Blame! (stylized as BLAME!) is a Japanese science fiction manga series written and illustrated by Tsutomu Nihei. It was published by Kodansha in the seinen manga magazine Monthly Afternoon from 1997 to 2003, with its chapters collected in ten tankōbon volumes. A six-part original net animation was produced in 2003, with a seventh episode included on the DVD release. An anime film adaptation by Polygon Pictures was released as a Netflix original in May 2017.

Synopsis

Setting

Blame! is set in what is simply known as "The City", a gigantic megastructure now occupying much of what used to be the Solar System.
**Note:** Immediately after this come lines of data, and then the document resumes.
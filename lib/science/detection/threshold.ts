/** Thresholds on whole counts and what they cost: a site reads bright when its count is above θ, strictly. */
import { poissonCdf, poissonSurvival } from "@/lib/science/stats/special-functions";

/** Error rates of a threshold: ε_d = P(reads bright | dark), ε_b = P(reads dark | bright). */
export interface ErrorRates {
  falseBright: number;
  falseDark: number;
}

/** Returns ε_d and ε_b of threshold θ for Poisson counts with mean `dark` and `bright`. */
export function poissonErrorRates(threshold: number, dark: number, bright: number): ErrorRates {
  return { falseBright: poissonSurvival(threshold, dark), falseDark: poissonCdf(threshold, bright) };
}

/**
 * Returns the half-integer with the least ε_d + ε_b for Poisson counts, 0 ≤ dark < bright; of equals the lowest.
 * Raising θ past count n pays while Poisson(n; bright) < Poisson(n; dark), that is n ln(bright/dark) < bright − dark.
 */
export function advisePoissonThreshold(dark: number, bright: number): number {
  if (dark === 0) return 0.5;
  const balance = (bright - dark) / Math.log(bright / dark);
  return Math.max(0, Math.ceil(balance) - 1) + 0.5;
}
Its exact size is unknown, but Tsutomu Nihei suggested its diameter to be at least that of Jupiter's orbit, or about 1.6 billion kilometers. In the manga, this is also suggested by Killy crossing an empty, spherical room roughly the size of Jupiter, suggesting that the planet had been there but was disassembled as the City grew.

As revealed in the prequel NOiSE, the City began as a much smaller structure on Earth, created by humans with the aid of the robotic "Builders." Humanity controlled the Builders through the Netsphere, a hyper-developed version of the Internet accessible only to those with an identificatory genetic marker known as the Net Terminal Gene. Any humans without the gene who attempted to access the Netsphere were exterminated by a special task force known as the Safeguards. Eventually however, a terrorist cult known as "the Order" released a virus that made all humans lose their Net Terminal Genes, thus cutting off their access to the Netsphere and their control over the Builders. Without specific instructions, the Builders began to build chaotically and indefinitely, while the Safeguards' programming degraded into killing all humans without the Net Terminal Gene whether they wanted to access the Netsphere or not.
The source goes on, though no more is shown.